A crane is holding a bloc of metal of 10 000kg. If the crane's arm weights 1000kg and is 10,0m long, what is the tension in cable a and how big is the force exerted on the pivot of the cranes arm.
the cable passes through the top of the cranes arm and then is vertical whilst holding the bloc of metal. The angle formed by the cable on the left side with the arm is 10* and is of 45* on the right side of the arm, between it and the bloc of metal + cable. I'm sorry but this is the best way for me the explain the image. The crane is pointing to the right. ANd when do I know when to use sin or cos, I never understand it.
Thank you
To find the tension in cable A and the force exerted on the pivot of the crane's arm, we can break down the problem into separate components and use trigonometry.
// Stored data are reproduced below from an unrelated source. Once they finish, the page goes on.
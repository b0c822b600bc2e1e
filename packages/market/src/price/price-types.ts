/** What a price is made of. Amounts are whole minor units of the card's currency; percentages are whole or fractional. */

/** Hours of the station's own week at another price. */
export interface BusyHours {
  /** ISO weekdays of the start, 1 is Monday. */
  readonly days: readonly number[];
  /** `HH:mm` at the station. */
  readonly fromLocal: string;
  /** `HH:mm` at the station, `24:00` is the end of the day; earlier than or equal to the start runs past midnight. */
  readonly toLocal: string;
  /** Added to the per-minute part; negative for quiet hours. */
  readonly percent: number;
}

/** Hours before AOS, and what a cancellation made no later than that brings back. */
export interface LadderStep {
  readonly hoursBeforeAos: number;
  readonly refundPercent: number;
}

export interface PriceCard {
  readonly currency: string;
  readonly perMinuteMinor: number;
  /** Once a contact. */
  readonly setupMinor: number;
  /** The least that a contact costs, all lines together. */
  readonly minimumMinor: number;
  readonly busyHours: readonly BusyHours[];
  readonly shortNotice: { readonly underHours: number; readonly percent: number } | null;
  /** Reductions for the time that lies above so many minutes bought at this station in the month. */
  readonly volume: readonly { readonly overMinutesInMonth: number; readonly percent: number }[];
}

/** A card in a series: it holds for purchases from `validFromMs` on, until a later one does. */
export interface DatedPriceCard extends PriceCard {
  readonly validFromMs: number;
}

export interface QuoteInput {
  readonly card: PriceCard;
  /** The part of the pass that is bought. */
  readonly fromMs: number;
  readonly toMs: number;
  /** The instant of purchase; the hold freezes it. */
  readonly buyMs: number;
  /** What this buyer has already bought at this station in the calendar month of the contact, station time. */
  readonly monthlyMinutesSoFar: number;
  /** IANA zone of the station, for busy hours. */
  readonly timeZone: string;
}

export type QuoteLineKind = 'time' | 'setup' | 'busy' | 'short notice' | 'volume' | 'least charge';

export interface QuoteLine {
  readonly kind: QuoteLineKind;
  /** A few words, such as `9 min 30 s`. */
  readonly label: string;
  /** The rest of the sentence, such as `at €6.40 a minute`. */
  readonly detail: string;
  readonly amountMinor: number;
}

export interface Quote {
  readonly currency: string;
  /** Whole seconds that were priced. */
  readonly billedSeconds: number;
  /** At least the `time` line; a line of zero does not appear. Their sum is the total. */
  readonly lines: readonly QuoteLine[];
  readonly totalMinor: number;
}
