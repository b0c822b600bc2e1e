import fc from 'fast-check';
import { describe, expect, it } from 'vitest';
import { HOUR_MS } from '../time/local-time.js';
import { refund } from './refund.js';

/** The ladder and the pass that the picture of the board shows. */
const ladder = [
  { hoursBeforeAos: 24, refundPercent: 100 },
  { hoursBeforeAos: 4, refundPercent: 60 },
  { hoursBeforeAos: 0.5, refundPercent: 25 },
];
const aosMs = Date.UTC(2026, 11, 1, 15, 0, 5);
const cancelAt = (cancelMs: number) => refund({ ladder, aosMs, cancelMs, paidMinor: 8188 });

describe('cancellation ladder', () => {
  it('gives the pictured steps: 25 % now, till 14:30:05, then nothing', () => {
    const now = cancelAt(Date.UTC(2026, 11, 1, 14, 5, 9));
    expect(now).toMatchObject({
      refundPercent: 25,
      amountMinor: 2047,
      keptMinor: 6141,
      nextStepMs: Date.UTC(2026, 11, 1, 14, 30, 5),
    });
    expect(
      now.steps.map((step) => [
        step.refundPercent,
        step.untilMs === null ? null : (aosMs - step.untilMs) / HOUR_MS,
        step.now,
      ]),
    ).toEqual([
      [100, 24, false],
      [60, 4, false],
      [25, 0.5, true],
      [0, null, false],
    ]);
  });

  it('keeps a step to its very instant', () => {
    expect(cancelAt(aosMs - 24 * HOUR_MS).refundPercent).toBe(100);
    expect(cancelAt(aosMs - 24 * HOUR_MS + 1).refundPercent).toBe(60);
  });

  it('brings nothing back after the last step, and says nothing more is lost', () => {
    expect(cancelAt(aosMs - 1000)).toMatchObject({ refundPercent: 0, amountMinor: 0, nextStepMs: null });
  });

  it('brings nothing back once the contact has begun, even on a ladder that ends at AOS', () => {
    const toTheEnd = [{ hoursBeforeAos: 0, refundPercent: 50 }];
    expect(refund({ ladder: toTheEnd, aosMs, cancelMs: aosMs - 1, paidMinor: 100 }).amountMinor).toBe(50);
    expect(refund({ ladder: toTheEnd, aosMs, cancelMs: aosMs, paidMinor: 100 }).amountMinor).toBe(0);
  });

  it('rounds half a cent to the operator', () => {
    expect(
      refund({ ladder: [{ hoursBeforeAos: 1, refundPercent: 50 }], aosMs, cancelMs: 0, paidMinor: 101 }),
    ).toMatchObject({ amountMinor: 51, keptMinor: 50 });
  });

  it('never brings back more for waiting, and splits what was paid without loss', () => {
    const times = fc.integer({ min: aosMs - 60 * HOUR_MS, max: aosMs + HOUR_MS });
    fc.assert(
      fc.property(times, times, fc.integer({ min: 0, max: 1_000_000_000 }), (a, b, paidMinor) => {
        const early = refund({ ladder, aosMs, cancelMs: Math.min(a, b), paidMinor });
        const late = refund({ ladder, aosMs, cancelMs: Math.max(a, b), paidMinor });
        expect(early.amountMinor).toBeGreaterThanOrEqual(late.amountMinor);
        expect(early.amountMinor + early.keptMinor).toBe(paidMinor);
        expect(early.steps.filter((step) => step.now)).toHaveLength(1);
      }),
    );
  });

  it('refuses a ladder that rises', () => {
    expect(() => refund({ ladder: [...ladder].reverse(), aosMs, cancelMs: 0, paidMinor: 1 })).toThrow(
      'Steps go from many hours to few',
    );
  });
});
1. First, let's calculate the force exerted on the pivot of the crane's arm. We can consider the arm as a lever. The weight of the crane's arm acts as a downward force at a distance of 10.0m from the pivot. Given that the mass of the arm is 1000kg, we can find the force exerted on the pivot using the formula:
Force on the pivot = mass of the arm x acceleration due to gravity
Force on the pivot = (1000kg) x (9.8m/s²)
Force on the pivot = 9800N
2. Now, let's determine the tension in cable A. To do this, we need to consider the forces acting on the block of metal. There are two forces acting on the block: the weight of the block and the tension in cable A.
Let's consider the left side of the arm first. The angle between the cable and the arm is 10°. We can use the sine function to find the vertical component of the tension in cable A:
Vertical component of the tension on the left side = tension in cable A x sin(angle)
Vertical component of the tension on the left side = Tension in cable A x sin(10°)
Considering the right side of the arm, the angle between the cable and the block is 45°. We can use the cosine function to find the vertical component of the tension in cable A:
Vertical component of the tension on the right side = tension in cable A x cos(angle)
Vertical component of the tension on the right side = Tension in cable A x cos(45°)
Since the vertical components of the tension on both sides must balance the weight of the block, we can set up an equation:
Vertical component of the tension on the left side + Vertical component of the tension on the right side = weight of the block
Tension in cable A x sin(10°) + Tension in cable A x cos(45°) = weight of the block
Tension in cable A x [sin(10°) + cos(45°)] = weight of the block
The weight of the block is given as 10,000kg x 9.8m/s² = 98,000N.
Thus, we can solve for the tension in cable A:
Tension in cable A = weight of the block / [sin(10°) + cos(45°)]
Tension in cable A = 98,000N / [sin(10°) + cos(45°)]
Now, to answer your question about when to use sine or cosine:
- Sine (sin) is used when you have an angle and you want to find the vertical component of a force or vector.
- Cosine (cos) is used when you have an angle and you want to find the horizontal component of a force or vector.
In this case, we used sine to find the vertical component of tension on the left side of the arm and cosine to find the vertical component of tension on the right side.